I went online and started searching, and everyone I came across either was able to overclock their card with the voltage being adjustable in MSIAB, or they were just as unlucky as I was. I found a few solutions, but nothing really worked for me. A lot of people said that the Beta version of MSIAB (3.0.0 Beta 17 to be exact) allowed for voltage changes, but I couldn't find anything else about it. 

I guess my question is, why does the MSIAB program not allow for adjusting voltage on an AMD card even when all the settings are set to allow so, but GPU Tweak allow for it? What's the difference? 

Is this a situation where I'm going to have to use a custom BIOS for the card inorder to get the speed and performance that I want? Any help would be appreciative. 

Comp Specs:
Intel Core 2 Quad Q6600 @ 3.0GHz Stable
PN5-e SLI Motherboard
8 Gigs of DDR2 RAM
ASUS R9 270x 
630w PSU SLI Ready.


----------



## Masterchiefxx17 (Feb 27, 2010)

*Re: Locked Voltage*

It's because MSI After Burner is made for their GPUs, not Asus.

GPU Tweak is a program that is made by Asus for their own cards.


----------



## Deathscreton (Oct 23, 2011)

*Re: Locked Voltage*

So there's nothing I can do to increase compatibility with other vendor cards? This is just something I'll have to deal with? 
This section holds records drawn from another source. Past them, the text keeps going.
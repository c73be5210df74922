// Headers every response carries. Pages get their Content-Security-Policy, with a per-request nonce,
// from proxy.ts; API answers and static files get a fixed one here that allows nothing to run or frame.
const SECURITY_HEADERS = [
  { key: "X-Content-Type-Options", value: "nosniff" },
  { key: "Referrer-Policy", value: "same-origin" },
  { key: "Permissions-Policy", value: "camera=(), microphone=(), geolocation=(), payment=(), usb=()" },
  { key: "X-Frame-Options", value: "DENY" },
  { key: "Cross-Origin-Opener-Policy", value: "same-origin" },
];

const NOTHING_RUNS = { key: "Content-Security-Policy", value: "default-src 'none'; frame-ancestors 'none'" };
// A web worker's own script sets the worker's policy: the bundler's worker entry loads the worker's chunks from this
// origin (importScripts) and nothing else (the table editor runs the analysis engine in one).
const WORKER_RUNS = { key: "Content-Security-Policy", value: "default-src 'none'; script-src 'self'; frame-ancestors 'none'" };

/** @type {import('next').NextConfig} */
const nextConfig = {
  // Server-only packages with native or Node-specific code stay outside the bundle.
  serverExternalPackages: ["pg", "puppeteer-core", "nodemailer", "pino"],
  poweredByHeader: false,
  typedRoutes: false,
  // The build checks the app's own code; scripts and tests are checked by `tsc` in npm test.
  typescript: { tsconfigPath: "tsconfig.build.json" },
  async headers() {
    return [
      { source: "/:path*", headers: SECURITY_HEADERS },
      { source: "/api/:path*", headers: [NOTHING_RUNS] },
      { source: "/_next/:path*", headers: [NOTHING_RUNS] },
      { source: "/_next/static/chunks/:file(turbopack-worker-.*)", headers: [WORKER_RUNS] },
      { source: "/favicon.ico", headers: [NOTHING_RUNS] },
    ];
  },
  // forbidden() from next/navigation: a page a role may not open answers 403 (app/forbidden.tsx), not 200.
  experimental: { authInterrupts: true },
};

export default nextConfig;
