import { getDb } from "@/db";
import { apiRoute } from "@/lib/server/api";
import { exportTrailCsv } from "@/lib/server/desk";

export const GET = apiRoute<{ benchId: string }>({ audit: ["export"] }, async ({ actor, params }) => {
  const { filename, stream } = await exportTrailCsv(getDb(), actor, params.benchId);
  return new Response(stream, { headers: { "content-type": "text/csv; charset=utf-8", "content-disposition": `attachment; filename="${filename}"`, "cache-control": "no-store" } });
});
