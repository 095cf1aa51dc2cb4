import { NextResponse } from 'next/server';
import { readJson } from '@/lib/http/body';
import { guarded } from '@/lib/http/guard';
import { markHelpful } from '@/lib/questions/posts';
import { helpfulSchema } from '@/lib/validation/question';

export const dynamic = 'force-dynamic';

async function mark(request: Request, on: boolean) {
  return guarded(request, 'post.markHelpful', async (user) => {
    const body = await readJson(request, helpfulSchema);
    if ('response' in body) return body.response;
    const count = await markHelpful(user, body.data.postType, body.data.postId, on);
    return NextResponse.json({ helpfulCount: count, marked: on }, { status: on ? 201 : 200 });
  });
}

/** POST marks a post helpful (one per member, never one's own); DELETE takes the mark back. */
export const POST = (request: Request) => mark(request, true);
export const DELETE = (request: Request) => mark(request, false);
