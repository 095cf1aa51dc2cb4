'use client';

import { useCallback, useEffect, useRef, useState } from 'react';
import { FlagButton } from '@/components/moderation/FlagButton';

export interface GalleryPhoto {
  id: string;
  alt?: string | null;
  width?: number;
  height?: number;
  /** the number a flag names; without it the photo cannot be flagged */
  ref?: number;
  /** shown to moderators only: the photo is hidden or deleted for readers */
  hidden?: boolean;
}

const thumbUrl = (id: string) => `/api/photos/${id}/thumb`;
const webUrl = (id: string) => `/api/photos/${id}`;

/**
 * A post's photos as thumbnails; each opens a viewer with the web-size copy. The
 * viewer is a native modal <dialog>: it keeps focus inside, closes on Esc and
 * returns focus to the thumbnail. Arrow keys and buttons step through the photos.
 */
export function PhotoGallery({
  photos,
  label = 'Photos',
  canFlag = false,
}: {
  photos: GalleryPhoto[];
  label?: string;
  canFlag?: boolean;
}) {
  const dialog = useRef<HTMLDialogElement>(null);
  const [open, setOpen] = useState<number | null>(null);
  const count = photos.length;

  const show = (i: number) => {
    setOpen(i);
    if (!dialog.current?.open) dialog.current?.showModal();
  };
  const step = useCallback((by: number) => setOpen((i) => (i === null ? i : (i + by + count) % count)), [count]);

  useEffect(() => {
    const d = dialog.current;
    if (!d) return;
    const onClose = () => setOpen(null);
    const onKey = (e: KeyboardEvent) => {
      if (e.key === 'ArrowRight') step(1);
      if (e.key === 'ArrowLeft') step(-1);
    };
    d.addEventListener('close', onClose);
    d.addEventListener('keydown', onKey);
    return () => {
      d.removeEventListener('close', onClose);
      d.removeEventListener('keydown', onKey);
    };
  }, [step]);

  if (count === 0) return null;
  const current = open === null ? null : photos[open];
  const describe = (p: GalleryPhoto, i: number) => p.alt || `Photo ${i + 1} of ${count}`;

  return (
    <section aria-label={label} className="mt-3">
      <ul className="flex flex-wrap gap-2">
        {photos.map((p, i) => (
          <li key={p.id}>
            <button
              type="button"
              onClick={() => show(i)}
              className="block rounded-md border border-limestone-300 hover:border-clay dark:border-creek-600"
              aria-label={`Open ${describe(p, i)}`}
            >
              {/* our own route serves a sized WebP already; next/image would re-encode it */}
              {/* eslint-disable-next-line @next/next/no-img-element */}
              <img
                src={thumbUrl(p.id)}
                alt=""
                loading="lazy"
                className={`h-24 w-24 rounded-md object-cover ${p.hidden ? 'opacity-50' : ''}`}
              />
            </button>
            {p.hidden ? <span className="block text-center font-sans text-xs font-semibold">hidden</span> : null}
          </li>
        ))}
      </ul>
      <dialog
        ref={dialog}
        aria-label={current && open !== null ? describe(current, open) : label}
        className="cw-card m-auto max-h-[95vh] max-w-[95vw] p-3 text-creek backdrop:bg-creek-950/80 dark:text-limestone-100"
      >
        {current && open !== null ? (
          <figure className="flex flex-col gap-2">
            {/* eslint-disable-next-line @next/next/no-img-element */}
            <img
              src={webUrl(current.id)}
              alt={describe(current, open)}
              width={current.width}
              height={current.height}
              className="max-h-[75vh] w-auto max-w-full rounded-md object-contain"
            />
            <figcaption className="flex flex-wrap items-center justify-between gap-2 font-sans text-sm">
              <span className="cw-num" aria-live="polite">
                {current.alt ? `${current.alt} — ` : ''}
                {open + 1} of {count}
              </span>
              <span className="flex flex-wrap items-start gap-2">
                {canFlag && current.ref ? <FlagButton key={current.id} postType="photo" postId={current.ref} /> : null}
                {count > 1 ? (
                  <>
                    <button type="button" className="cw-button" onClick={() => step(-1)}>
                      Previous
                    </button>
                    <button type="button" className="cw-button" onClick={() => step(1)}>
                      Next
                    </button>
                  </>
                ) : null}
                <button type="button" className="cw-button" onClick={() => dialog.current?.close()} autoFocus>
                  Close
                </button>
              </span>
            </figcaption>
          </figure>
        ) : null}
      </dialog>
    </section>
  );
}
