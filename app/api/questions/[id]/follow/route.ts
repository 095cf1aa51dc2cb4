import { NextResponse } from 'next/server';
import { apiError } from '@/lib/http/errors';
import { guarded, idParam } from '@/lib/http/guard';
import { setFollow } from '@/lib/questions/posts';

export const dynamic = 'force-dynamic';
type Ctx = { params: Promise<{ id: string }> };

async function follow(request: Request, ctx: Ctx, on: boolean) {
  const id = idParam((await ctx.params).id);
  return guarded(request, 'question.follow', async (user) => {
    if (!id) return apiError(400, 'id must be a question number', 'id');
    return NextResponse.json({ following: await setFollow(user, id, on) });
  });
}

/** POST follows the question, DELETE stops following it. */
export const POST = (request: Request, ctx: Ctx) => follow(request, ctx, true);
export const DELETE = (request: Request, ctx: Ctx) => follow(request, ctx, false);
Andif that's the case, why am I able to increase GPU and memory frequency?


----------



## Masterchiefxx17 (Feb 27, 2010)

*Re: Locked Voltage*

I'm not sure why you are using MSI After Burner in the first place. It's not for you.

Besides, you should not OC the GPU. You could do it incorrectly or overheat it.


----------



## Panther063 (Jul 13, 2009)

*Re: Locked Voltage*

MSI Afterburner is recommended on a few sites as the stablest overclocking software for a range of graphics cards, regardless of manufacturer.
But just because it works, doesn't mean you will have full functionality.


----------



## Deathscreton (Oct 23, 2011)

*Re: Locked Voltage*



Masterchiefxx17 said:


> I'm not sure why you are using MSI After Burner in the first place. It's not for you.
> 
> Besides, you should not OC the GPU. You could do it incorrectly or overheat it.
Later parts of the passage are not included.